Loehrlein v. State was the lone appeal granted transfer to the Indiana Supreme Court last week. Justices denied 17 other appeals. Among those turned down, the high court:

  • Let stand on a 3-2 vote an obstruction of justice verdict in a bench trial against Robert Wayne Moore despite evidence that a detective investigating the murder of Moore’s stepmother lied on the stand in Moore’s obstruction case. At issue in in Robert Wayne Moore v. State of Indiana19A-CR-1125,  was testimony of a Lawrence police detective who wrongly testified that certain DNA tests that had been conducted in the investigation of Moore’s efforts to assist his father — who was ultimately convicted of his wife’s murder — in disposing of the stepmother’s body. Chief Justice Loretta Rush and Justice Christopher Goff would have granted transfer to hear Moore’s appeal.
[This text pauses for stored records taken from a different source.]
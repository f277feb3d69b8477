"""The large-signal limit on small-signal AC readings (diag/core/overdrive.py): by hand,
and against transient runs of ngspice (the reference simulator) at the case's own signal
level."""

from __future__ import annotations

import math
from collections.abc import Sequence
from pathlib import Path

import numpy as np
import pytest

from diag.core import ensemble, largesignal, meter, overdrive, solver, spice
from diag.core.case import load_case
from diag.core.engine import Engine
from diag.core.paths import cases_dir
from diag.core.rules import load_rules


def test_a_unit_below_the_onset_keeps_its_readings():
    # S = 12 V: a sine across the rails is 12 / (2√2) = 4.243 V rms (the rms of a sine is
    # its peak over √2, handbook); half of it 2.121 V.
    r = np.array([[9.0, 2.0, 0.05]])
    out = overdrive.limit(r, [1, 2], 12.0, np.array([[0.0, 0.0]]))
    np.testing.assert_array_equal(out, r)  # g = 2.0 / 4.243 = 0.47 < FLOOR: untouched


def test_an_overdriven_unit_reads_between_its_floor_and_the_rails():
    # S = 12 V, small-signal 8.485 V rms (g = 2): s lies in [FLOOR / g, 1] = [0.25, 1],
    # log-uniform in the draw; the result never passes S/2 = 6 V (a square wave between
    # the rails: of all waveforms confined to an interval it has the largest AC rms,
    # half the interval; handbook). The other AC point shrinks by its own draw; the DC
    # column is untouched.
    a = 12 / (2 * math.sqrt(2)) * 2
    r = np.array([[5.0, a, 0.2]] * 3)
    draws = np.array([[0.0, 0.0], [1.0, 1.0], [0.5, 0.5]])
    out = overdrive.limit(r, [1, 2], 12.0, draws)
    np.testing.assert_allclose(out[:, 0], 5.0)
    np.testing.assert_allclose(out[0, 1:], [a * 0.25, 0.2 * 0.25])
    np.testing.assert_allclose(out[1, 1:], [6.0, 0.2])           # capped at S/2
    np.testing.assert_allclose(out[2, 1:], [min(a * 0.5, 6.0), 0.2 * 0.5])  # √0.25
    assert np.all(out[:, 1] <= 6.0)


def _drawn(case_file: str, fault: str, n: int, seed: int):
    """(case, circuit, params, dc, ac) of n units of `fault` drawn by diag."""
    rules = load_rules()
    case = load_case(case_file if "/" in case_file else cases_dir() / case_file, rules)
    eng = Engine(case, rules, K=8)
    circ = eng.circuit
    params = ensemble.draw_unit(circ, eng._spec(fault), n, np.random.default_rng(seed))
    dc = solver.solve_dc(circ, params)
    return case, circ, params, dc, solver.solve_ac(circ, params, dc)


def _tran_check(ngspice, case_file: str, fault: str, n: int, seed: int,
                settle_cycles: int = 400, metered: Sequence[str] = ()):
    """For n units of `fault` drawn by diag: the ngspice transient AC rms at each AC
    point (away from the generator's node) and diag's range for it (meter.observe with
    every overdrive draw at 0 and at 1: the least and the most it can read), widened by
    what diag allows around its own AC predictions: the model error (rules/faults.yaml
    model_error ac_v, ac_rel) and the meter's accuracy (meter.accuracy). Rows: (point,
    overdrive g, small-signal reading, transient reading, the window before, low,
    high). The transient settles for `settle_cycles` periods of the tone. The points
    in `metered` are read by a run each with the case meter's input (r_in ∥ c_in,
    rules/meters.yaml) across the point, as a meter reads it; that matters where the
    meter's current is what biases the node (an emitter with no other DC path)."""
    from ngspice_util import tran_ac_rms

    rules = load_rules()
    case, circ, params, dc, ac = _drawn(case_file, fault, n, seed)
    obs = [case.observables[m] for m in overdrive.swung(case, case.observables)]
    small = meter.observe(circ, params, dc, ac, obs, case.meter, large_signal=False)

    def at(u: float) -> np.ndarray:
        p = {k: (np.full(n, u) if k.startswith(overdrive.PREFIX) else v)
             for k, v in params.items()}
        return meter.observe(circ, p, dc, ac, obs, case.meter)

    low, high = at(0.0), at(1.0)
    S = case.supply_span
    me = rules["faults"]["inference"]["model_error"]
    vpk = float(circ.nominal[f"{case.signal.ref}.vac"]) * math.sqrt(2)
    rows = []
    for b in range(n):
        one = {k: float(np.asarray(v).reshape(-1)[b if np.size(v) > 1 else 0])
               for k, v in params.items() if not k.startswith(overdrive.PREFIX)}
        names = [spice.node_name(case, case.point(o.point).node) for o in obs]
        text = spice.netlist(circ, one)
        src = spice.source_name(case.signal.ref)
        alone = [nm for nm, o in zip(names, obs, strict=True) if o.point in metered]
        tr = tran_ac_rms(text, src, vpk, float(circ.hz),
                         [nm for nm in names if nm not in alone], settle_cycles=settle_cycles)
        for name in alone:
            probe = (f"R_meter_in {name} 0 {case.meter['r_in']:.9g}\n"
                     f"C_meter_in {name} 0 {case.meter.get('c_in', 0.0) or 1e-18:.9g}\n")
            tr.update(tran_ac_rms(text.replace("\n.options", "\n" + probe + ".options", 1),
                                  src, vpk, float(circ.hz), [name],
                                  settle_cycles=settle_cycles))
        g = float(np.max(small[b])) / (S / (2 * math.sqrt(2)))
        for m, o in enumerate(obs):
            last, before = tr[names[m]]
            lo, hi = sorted((float(low[b, m]), float(high[b, m])))
            slack = (me["ac_v"] + me["ac_rel"] * hi
                     + float(meter.accuracy(hi, "ac", case.meter, "V")))
            rows.append((o.point, g, float(small[b, m]), last, before, lo - slack,
                         hi + slack))
    return rows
  • Unanimously rejected the transfer petition of an Indianapolis mother who unsuccessfully argued on appeal that her felony battery conviction for repeatedly striking her 9-year-old son with an electrical cord violated the doctrine of parental privileges. The court let stand the conviction in Guadalupe Pava v. State of Indiana, 19A-CR-716.

All other transfer denials were unanimous. Indiana Supreme Court transfer dispositions may be viewed here.